* [Required work]: Check every line of the data for the word "EnsureRevision", and copy those that have it.

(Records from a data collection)
------------------------------

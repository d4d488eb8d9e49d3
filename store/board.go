package store

import (
	"context"
	"database/sql"
	"fmt"
	"math"
	"time"
)

// Board is what is under test.
type Board struct {
	Name      string
	DeviceV   float64 // V: the switch's rated voltage; 0: not stated
	Note      string
	Revisions []Revision // in the order they were made
}

// Revision is one revision of a board, with the trials of it that are in scope.
type Revision struct {
	Board, Name string
	Note        string
	DeviceV     float64   // V: the board's; 0: not stated
	Trials      int       // how many
	First, Last time.Time // when the first and the last of them was read; zero where there are none
}

// AddBoard puts a board on file, with the revisions it names. Of a board that is on file already, it fills in what was
// not stated and adds the revisions that are new; a rating or note that differs from the one on file is an error that
// quotes both, and CorrectBoard is the cure.
func (lb *Logbook) AddBoard(ctx context.Context, b Board) error { return lb.putBoard(ctx, b, false) }

// CorrectBoard puts the rating and the notes b states in the place of those on file. Trials are not touched, and what was
// stated before stays in table correction.
func (lb *Logbook) CorrectBoard(ctx context.Context, b Board) error { return lb.putBoard(ctx, b, true) }

// EnsureRevision puts a board and a revision of it on file, unless they are there.
func (lb *Logbook) EnsureRevision(ctx context.Context, board, revision string) error {
	return lb.AddBoard(ctx, Board{Name: board, Revisions: []Revision{{Name: revision}}})
}

func (lb *Logbook) putBoard(ctx context.Context, b Board, correct bool) error {
	if err := checkBoard(b); err != nil {
		return fmt.Errorf("board %s: %w", quote(b.Name), err)
	}
	return lb.write(ctx, func(w *writer) error {
		about := loggedCorrection{board: b.Name, deviceV: b.DeviceV, note: b.Note}
		if err := w.state(ctx, about, correct); err != nil {
			return err
		}
		for _, r := range b.Revisions {
			if err := w.state(ctx, loggedCorrection{board: b.Name, revision: r.Name, note: r.Note}, correct); err != nil {
				return err
			}
		}
		return nil
	})
}

func checkBoard(b Board) error {
	if b.Name == "" {
		return bad("board", "it is empty; name the board")
	}
	if err := checkName("board", b.Name); err != nil {
		return err
	}
	if !(b.DeviceV >= 0) || math.IsInf(b.DeviceV, 0) {
		return fmt.Errorf("rated %g V; a rating is a positive, finite voltage", b.DeviceV)
	}
	if err := checkText("note", b.Note); err != nil {
		return err
	}
	for _, r := range b.Revisions {
		if r.Name == "" {
			return bad("revision", "it is empty; name the revision")
		}
		if err := checkName("revision", r.Name); err != nil {
			return err
		}
		if err := checkText("note", r.Note); err != nil {
			return err
		}
	}
	return nil
}

// Boards lists every board with its revisions, by name; trials that were struck are not counted.
func (lb *Logbook) Boards(ctx context.Context) ([]Board, error) {
	rows, err := lb.db.QueryContext(ctx, `
SELECT b.name, ifnull(b.device_v, 0), ifnull(b.note, ''), v.name, ifnull(v.note, ''), count(t.seq), min(t.at), max(t.at)
FROM board b LEFT JOIN revision v ON v.board = b.id
LEFT JOIN trial t ON t.revision = v.id AND NOT EXISTS (SELECT 1 FROM strike k WHERE k.trial = t.seq)
GROUP BY b.id, v.id ORDER BY b.name, v.id`)
	if err != nil {
		return nil, explain(lb.path, err)
	}
	defer rows.Close()
	var boards []Board
	for rows.Next() {
		var b Board
		var r Revision
		var name, first, last sql.NullString
		if err := rows.Scan(&b.Name, &b.DeviceV, &b.Note, &name, &r.Note, &r.Trials, &first, &last); err != nil {
			return nil, explain(lb.path, err)
		}
		if n := len(boards); n == 0 || boards[n-1].Name != b.Name {
			boards = append(boards, b)
		}
		if !name.Valid {
			continue
		}
		if err := r.date(first, last); err != nil {
			return nil, explain(lb.path, err)
		}
		r.Board, r.Name, r.DeviceV = b.Name, name.String, b.DeviceV
		here := &boards[len(boards)-1]
		here.Revisions = append(here.Revisions, r)
	}
	return boards, explain(lb.path, rows.Err())
}

// Revisions lists the revisions that have trials in scope, by board and then in the order they were made. The scope's
// Limit is not used.
func (lb *Logbook) Revisions(ctx context.Context, s Scope) ([]Revision, error) {
	where, args := s.where()
	rows, err := lb.db.QueryContext(ctx, `
SELECT b.name, v.name, ifnull(v.note, ''), ifnull(b.device_v, 0), count(*), min(t.at), max(t.at)
FROM trial t JOIN revision v ON v.id = t.revision JOIN board b ON b.id = v.board
WHERE `+where+` GROUP BY b.id, v.id ORDER BY b.name, v.id`, args...)
	if err != nil {
		return nil, explain(lb.path, err)
	}
	defer rows.Close()
	var all []Revision
	for rows.Next() {
		var r Revision
		var first, last sql.NullString
		if err := rows.Scan(&r.Board, &r.Name, &r.Note, &r.DeviceV, &r.Trials, &first, &last); err != nil {
			return nil, explain(lb.path, err)
		}
		if err := r.date(first, last); err != nil {
			return nil, explain(lb.path, err)
		}
		all = append(all, r)
	}
	return all, explain(lb.path, rows.Err())
}

func (r *Revision) date(first, last sql.NullString) (err error) {
	if !first.Valid {
		return nil
	}
	if r.First, err = time.Parse(timeLayout, first.String); err != nil {
		return err
	}
	r.Last, err = time.Parse(timeLayout, last.String)
	return err
}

------------------------------

* [Answer area]:
// EnsureRevision puts a board and a revision of it on file, unless they are there.
func (lb *Logbook) EnsureRevision(ctx context.Context, board, revision string) error {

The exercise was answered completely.